**Exercise requirements:** Looking at the records below, say how many lines include "createUnitClass", and add nothing else.

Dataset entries
import { createUnitClass } from 'mathjs'

/** What is used of the unit library's own class. */
interface LibraryUnit {
  dimensions: number[]
  toNumber(unit: string): number
}

declare module 'mathjs' {
  // Exported by the library, missing in its types.
  const createUnitClass: (parts: Readonly<Record<string, unknown>>) => new (value: number, unit: string) => LibraryUnit
}

/** The library writes two temperature factors as fractions; as numbers they serve as well. */
class Quotient {
  constructor(
    private readonly above: number,
    private readonly below = 1,
  ) {}
  valueOf() {
    return this.above / this.below
  }
}

/** Of the other kinds of numbers that the library can reckon in there are none here. */
class None {}

/**
 * mathjs's units on plain numbers. Its whole `unit` brings big numbers, fractions, complex numbers and matrices along, five times the
 * weight in every browser; the class asks only for these few operations.
 */
const Unit = createUnitClass({
  config: { number: 'number', predictable: false, relTol: 1e-12, absTol: 1e-15 },
  addScalar: (a: number, b: number) => Number(a) + Number(b),
  subtractScalar: (a: number, b: number) => Number(a) - Number(b),
  multiplyScalar: (a: number, b: number) => Number(a) * Number(b),
  divideScalar: (a: number, b: number) => Number(a) / Number(b),
  pow: Math.pow,
  abs: Math.abs,
  fix: Math.trunc,
  round: Math.round,
  equal: (a: number, b: number) => a === b,
  isNumeric: (value: unknown) => typeof value === 'number',
  format: String,
  number: Number,
  Complex: None,
  BigNumber: None,
  Fraction: Quotient,
})

/** A value in a unit of the library's spelling; throws where it does not know the unit. */
export const libraryUnit = (value: number, unit: string): LibraryUnit => new Unit(value, unit)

**Your response:** 3